• _WORK TO COMPLETE_: Your job with the data below: print everything from the line that holds "return Array.isArray(value) ?" down to the line that holds "is finite. */", ends included, exactly, and nothing else.

• _DATA SUPPLIED_:

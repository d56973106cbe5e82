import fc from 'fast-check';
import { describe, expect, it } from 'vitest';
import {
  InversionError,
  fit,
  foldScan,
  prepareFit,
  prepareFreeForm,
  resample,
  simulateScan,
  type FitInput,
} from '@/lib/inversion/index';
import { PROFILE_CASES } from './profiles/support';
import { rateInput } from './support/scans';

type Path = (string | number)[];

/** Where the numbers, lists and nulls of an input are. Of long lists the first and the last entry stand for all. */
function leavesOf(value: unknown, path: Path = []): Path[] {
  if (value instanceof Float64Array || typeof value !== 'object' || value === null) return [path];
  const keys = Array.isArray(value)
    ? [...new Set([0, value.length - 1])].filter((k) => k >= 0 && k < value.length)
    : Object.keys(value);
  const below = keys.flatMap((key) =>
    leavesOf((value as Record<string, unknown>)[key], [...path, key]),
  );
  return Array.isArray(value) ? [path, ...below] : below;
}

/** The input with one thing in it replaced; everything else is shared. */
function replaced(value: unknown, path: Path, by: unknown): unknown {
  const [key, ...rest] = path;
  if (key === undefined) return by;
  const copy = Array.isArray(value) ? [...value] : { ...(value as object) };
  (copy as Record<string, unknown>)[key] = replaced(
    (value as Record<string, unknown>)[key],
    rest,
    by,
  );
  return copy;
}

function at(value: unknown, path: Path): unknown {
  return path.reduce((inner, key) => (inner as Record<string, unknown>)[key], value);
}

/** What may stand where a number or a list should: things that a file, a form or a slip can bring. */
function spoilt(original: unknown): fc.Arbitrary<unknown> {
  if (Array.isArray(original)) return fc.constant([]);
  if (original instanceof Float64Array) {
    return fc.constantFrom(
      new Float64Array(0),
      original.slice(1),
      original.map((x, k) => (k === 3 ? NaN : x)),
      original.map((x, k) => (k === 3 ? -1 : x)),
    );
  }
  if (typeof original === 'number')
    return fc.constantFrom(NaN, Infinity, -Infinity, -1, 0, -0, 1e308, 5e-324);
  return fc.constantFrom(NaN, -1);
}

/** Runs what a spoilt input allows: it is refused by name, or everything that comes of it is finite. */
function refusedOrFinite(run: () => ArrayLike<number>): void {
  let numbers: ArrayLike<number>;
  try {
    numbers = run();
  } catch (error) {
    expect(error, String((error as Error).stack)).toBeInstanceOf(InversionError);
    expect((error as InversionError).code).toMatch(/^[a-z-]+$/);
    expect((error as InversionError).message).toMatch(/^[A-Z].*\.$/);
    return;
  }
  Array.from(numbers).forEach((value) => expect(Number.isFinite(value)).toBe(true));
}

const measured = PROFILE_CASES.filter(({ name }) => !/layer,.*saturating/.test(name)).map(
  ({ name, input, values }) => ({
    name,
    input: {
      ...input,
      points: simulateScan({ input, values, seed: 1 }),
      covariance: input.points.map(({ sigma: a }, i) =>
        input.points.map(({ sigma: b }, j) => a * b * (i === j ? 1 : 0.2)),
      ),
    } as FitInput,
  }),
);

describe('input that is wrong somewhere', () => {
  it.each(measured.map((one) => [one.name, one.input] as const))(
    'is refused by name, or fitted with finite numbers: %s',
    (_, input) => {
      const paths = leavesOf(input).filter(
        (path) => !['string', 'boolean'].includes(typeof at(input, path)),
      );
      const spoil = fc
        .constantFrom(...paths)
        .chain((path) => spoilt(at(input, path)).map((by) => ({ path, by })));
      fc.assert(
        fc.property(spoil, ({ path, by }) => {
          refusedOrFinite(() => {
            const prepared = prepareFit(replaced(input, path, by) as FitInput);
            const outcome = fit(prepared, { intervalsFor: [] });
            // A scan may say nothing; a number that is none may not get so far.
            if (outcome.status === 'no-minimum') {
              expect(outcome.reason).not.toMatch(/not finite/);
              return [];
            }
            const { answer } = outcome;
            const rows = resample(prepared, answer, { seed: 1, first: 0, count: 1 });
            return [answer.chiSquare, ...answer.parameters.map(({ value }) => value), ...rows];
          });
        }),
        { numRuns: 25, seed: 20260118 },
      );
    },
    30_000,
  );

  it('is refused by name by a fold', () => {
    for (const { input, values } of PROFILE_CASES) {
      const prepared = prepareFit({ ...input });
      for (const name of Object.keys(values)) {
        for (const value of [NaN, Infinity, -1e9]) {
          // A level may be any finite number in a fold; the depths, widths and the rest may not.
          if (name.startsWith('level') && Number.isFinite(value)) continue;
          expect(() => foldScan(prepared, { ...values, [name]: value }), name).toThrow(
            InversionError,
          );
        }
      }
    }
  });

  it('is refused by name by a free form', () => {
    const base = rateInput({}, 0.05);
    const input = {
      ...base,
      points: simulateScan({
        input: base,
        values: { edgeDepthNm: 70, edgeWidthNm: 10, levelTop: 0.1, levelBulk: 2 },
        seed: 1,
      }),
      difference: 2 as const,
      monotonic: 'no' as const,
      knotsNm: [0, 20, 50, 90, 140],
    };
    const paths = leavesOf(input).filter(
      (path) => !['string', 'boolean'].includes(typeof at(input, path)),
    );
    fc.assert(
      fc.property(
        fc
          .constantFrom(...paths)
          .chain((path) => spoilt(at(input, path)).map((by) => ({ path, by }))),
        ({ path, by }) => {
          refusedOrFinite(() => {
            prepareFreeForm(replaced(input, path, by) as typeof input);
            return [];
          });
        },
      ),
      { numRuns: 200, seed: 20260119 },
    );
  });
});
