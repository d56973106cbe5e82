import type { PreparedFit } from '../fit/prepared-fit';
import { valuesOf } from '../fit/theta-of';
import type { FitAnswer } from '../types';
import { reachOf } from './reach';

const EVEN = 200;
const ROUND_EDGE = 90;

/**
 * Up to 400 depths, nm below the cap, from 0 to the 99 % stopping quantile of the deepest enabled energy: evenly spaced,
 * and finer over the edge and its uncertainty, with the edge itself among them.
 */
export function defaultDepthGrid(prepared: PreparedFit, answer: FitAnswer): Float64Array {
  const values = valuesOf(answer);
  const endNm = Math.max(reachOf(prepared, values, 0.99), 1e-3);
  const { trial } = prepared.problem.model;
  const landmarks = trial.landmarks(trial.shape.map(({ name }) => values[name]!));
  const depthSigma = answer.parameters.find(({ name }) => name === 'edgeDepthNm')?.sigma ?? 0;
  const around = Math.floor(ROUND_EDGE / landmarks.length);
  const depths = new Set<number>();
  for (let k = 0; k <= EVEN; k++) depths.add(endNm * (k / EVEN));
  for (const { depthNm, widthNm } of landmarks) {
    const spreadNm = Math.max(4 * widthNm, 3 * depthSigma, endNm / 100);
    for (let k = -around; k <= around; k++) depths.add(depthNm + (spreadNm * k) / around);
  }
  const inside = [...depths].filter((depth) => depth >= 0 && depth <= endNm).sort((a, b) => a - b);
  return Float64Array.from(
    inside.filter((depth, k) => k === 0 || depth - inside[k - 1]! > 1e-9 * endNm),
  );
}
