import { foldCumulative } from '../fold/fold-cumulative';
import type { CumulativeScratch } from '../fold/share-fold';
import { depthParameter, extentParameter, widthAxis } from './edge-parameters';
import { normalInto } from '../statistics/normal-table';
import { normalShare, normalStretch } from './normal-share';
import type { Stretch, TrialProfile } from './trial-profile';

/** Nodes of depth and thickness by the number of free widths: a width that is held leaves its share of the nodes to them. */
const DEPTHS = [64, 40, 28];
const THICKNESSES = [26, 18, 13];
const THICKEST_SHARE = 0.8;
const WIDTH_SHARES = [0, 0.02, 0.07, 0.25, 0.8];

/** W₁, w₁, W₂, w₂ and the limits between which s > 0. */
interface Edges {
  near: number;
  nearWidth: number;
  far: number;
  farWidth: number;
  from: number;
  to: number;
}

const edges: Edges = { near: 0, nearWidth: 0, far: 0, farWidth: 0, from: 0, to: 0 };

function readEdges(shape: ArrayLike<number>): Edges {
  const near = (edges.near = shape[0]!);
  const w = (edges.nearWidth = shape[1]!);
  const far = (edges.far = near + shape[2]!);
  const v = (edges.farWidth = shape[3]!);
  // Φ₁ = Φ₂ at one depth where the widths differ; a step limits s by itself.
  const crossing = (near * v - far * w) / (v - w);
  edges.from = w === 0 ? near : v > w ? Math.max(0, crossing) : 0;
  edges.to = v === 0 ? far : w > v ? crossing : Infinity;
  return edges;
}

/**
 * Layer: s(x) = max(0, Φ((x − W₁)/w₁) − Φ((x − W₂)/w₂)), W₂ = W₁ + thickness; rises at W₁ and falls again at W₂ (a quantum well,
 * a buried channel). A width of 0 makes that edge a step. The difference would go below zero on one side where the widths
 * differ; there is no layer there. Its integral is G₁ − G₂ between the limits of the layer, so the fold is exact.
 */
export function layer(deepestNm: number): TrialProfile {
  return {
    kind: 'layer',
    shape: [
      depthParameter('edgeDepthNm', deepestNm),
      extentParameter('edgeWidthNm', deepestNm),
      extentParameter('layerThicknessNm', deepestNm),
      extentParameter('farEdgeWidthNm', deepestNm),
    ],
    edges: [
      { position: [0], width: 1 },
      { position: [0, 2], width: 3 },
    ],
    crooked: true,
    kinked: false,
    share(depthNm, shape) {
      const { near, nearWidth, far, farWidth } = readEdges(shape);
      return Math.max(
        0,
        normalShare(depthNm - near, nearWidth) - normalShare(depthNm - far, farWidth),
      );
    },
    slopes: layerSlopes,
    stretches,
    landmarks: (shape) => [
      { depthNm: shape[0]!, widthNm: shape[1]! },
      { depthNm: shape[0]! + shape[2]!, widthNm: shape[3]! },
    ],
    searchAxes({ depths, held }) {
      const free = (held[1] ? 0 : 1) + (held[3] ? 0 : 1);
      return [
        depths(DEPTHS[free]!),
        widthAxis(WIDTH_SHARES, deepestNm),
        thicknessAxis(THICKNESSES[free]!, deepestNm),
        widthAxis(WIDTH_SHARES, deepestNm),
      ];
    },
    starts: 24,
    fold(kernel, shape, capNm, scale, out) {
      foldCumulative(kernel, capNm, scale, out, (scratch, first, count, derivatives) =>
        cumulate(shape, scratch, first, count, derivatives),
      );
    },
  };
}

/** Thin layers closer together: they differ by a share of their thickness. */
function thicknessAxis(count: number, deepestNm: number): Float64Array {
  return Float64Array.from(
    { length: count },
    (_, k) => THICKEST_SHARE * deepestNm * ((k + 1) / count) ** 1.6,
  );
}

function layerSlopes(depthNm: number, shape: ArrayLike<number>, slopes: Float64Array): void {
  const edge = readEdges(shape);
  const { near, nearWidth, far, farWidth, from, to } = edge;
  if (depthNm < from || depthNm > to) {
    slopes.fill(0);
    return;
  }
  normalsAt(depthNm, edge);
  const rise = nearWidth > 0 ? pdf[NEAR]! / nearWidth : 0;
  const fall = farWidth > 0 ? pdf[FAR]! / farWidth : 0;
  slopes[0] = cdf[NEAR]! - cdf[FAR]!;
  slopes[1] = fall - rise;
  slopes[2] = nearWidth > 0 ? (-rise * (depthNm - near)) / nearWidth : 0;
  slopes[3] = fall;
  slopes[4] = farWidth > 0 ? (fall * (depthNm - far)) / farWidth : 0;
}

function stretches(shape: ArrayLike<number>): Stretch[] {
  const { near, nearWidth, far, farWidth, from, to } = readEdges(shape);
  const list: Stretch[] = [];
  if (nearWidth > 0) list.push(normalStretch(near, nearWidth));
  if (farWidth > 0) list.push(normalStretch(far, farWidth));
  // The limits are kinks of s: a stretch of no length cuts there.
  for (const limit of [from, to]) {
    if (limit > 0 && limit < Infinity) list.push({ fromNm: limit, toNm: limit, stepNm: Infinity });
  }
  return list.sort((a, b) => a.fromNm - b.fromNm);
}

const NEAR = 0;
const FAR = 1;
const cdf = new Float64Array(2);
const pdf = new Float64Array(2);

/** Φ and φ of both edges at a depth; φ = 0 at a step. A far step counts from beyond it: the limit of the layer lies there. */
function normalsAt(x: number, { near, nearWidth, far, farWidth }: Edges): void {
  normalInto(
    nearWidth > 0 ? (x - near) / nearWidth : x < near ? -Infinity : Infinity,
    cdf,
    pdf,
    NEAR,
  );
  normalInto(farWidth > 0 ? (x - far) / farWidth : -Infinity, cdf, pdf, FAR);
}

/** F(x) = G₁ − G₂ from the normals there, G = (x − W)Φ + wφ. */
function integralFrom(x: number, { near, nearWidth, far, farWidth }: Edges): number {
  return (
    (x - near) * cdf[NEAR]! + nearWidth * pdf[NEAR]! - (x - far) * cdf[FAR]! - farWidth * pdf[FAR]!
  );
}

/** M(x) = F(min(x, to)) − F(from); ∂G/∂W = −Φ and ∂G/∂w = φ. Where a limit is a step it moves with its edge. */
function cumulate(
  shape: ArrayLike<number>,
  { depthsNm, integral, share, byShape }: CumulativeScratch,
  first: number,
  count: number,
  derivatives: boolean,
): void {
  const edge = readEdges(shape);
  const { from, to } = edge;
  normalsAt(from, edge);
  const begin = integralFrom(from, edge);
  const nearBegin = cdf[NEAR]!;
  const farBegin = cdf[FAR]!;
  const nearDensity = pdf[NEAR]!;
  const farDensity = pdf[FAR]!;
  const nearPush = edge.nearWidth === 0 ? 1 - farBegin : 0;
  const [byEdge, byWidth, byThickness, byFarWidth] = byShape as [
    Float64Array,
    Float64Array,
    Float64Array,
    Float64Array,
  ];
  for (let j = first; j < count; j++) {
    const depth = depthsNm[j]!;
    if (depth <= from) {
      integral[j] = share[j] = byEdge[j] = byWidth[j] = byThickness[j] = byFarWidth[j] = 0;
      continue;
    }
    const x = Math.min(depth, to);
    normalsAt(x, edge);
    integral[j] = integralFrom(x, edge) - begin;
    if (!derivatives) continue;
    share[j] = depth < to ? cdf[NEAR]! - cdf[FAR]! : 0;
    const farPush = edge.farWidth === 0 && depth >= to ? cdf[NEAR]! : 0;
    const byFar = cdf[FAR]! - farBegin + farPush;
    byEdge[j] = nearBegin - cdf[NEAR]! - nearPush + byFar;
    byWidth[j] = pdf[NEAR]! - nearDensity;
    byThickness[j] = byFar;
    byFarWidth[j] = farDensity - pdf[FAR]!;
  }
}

• _OUTPUT FOR THIS EXERCISE_:
  return Array.isArray(value) ? [path, ...below] : below;
}

/** The input with one thing in it replaced; everything else is shared. */
function replaced(value: unknown, path: Path, by: unknown): unknown {
  const [key, ...rest] = path;
  if (key === undefined) return by;
  const copy = Array.isArray(value) ? [...value] : { ...(value as object) };
  (copy as Record<string, unknown>)[key] = replaced(
    (value as Record<string, unknown>)[key],
    rest,
    by,
  );
  return copy;
}

function at(value: unknown, path: Path): unknown {
  return path.reduce((inner, key) => (inner as Record<string, unknown>)[key], value);
}

/** What may stand where a number or a list should: things that a file, a form or a slip can bring. */
function spoilt(original: unknown): fc.Arbitrary<unknown> {
  if (Array.isArray(original)) return fc.constant([]);
  if (original instanceof Float64Array) {
    return fc.constantFrom(
      new Float64Array(0),
      original.slice(1),
      original.map((x, k) => (k === 3 ? NaN : x)),
      original.map((x, k) => (k === 3 ? -1 : x)),
    );
  }
  if (typeof original === 'number')
    return fc.constantFrom(NaN, Infinity, -Infinity, -1, 0, -0, 1e308, 5e-324);
  return fc.constantFrom(NaN, -1);
}

/** Runs what a spoilt input allows: it is refused by name, or everything that comes of it is finite. */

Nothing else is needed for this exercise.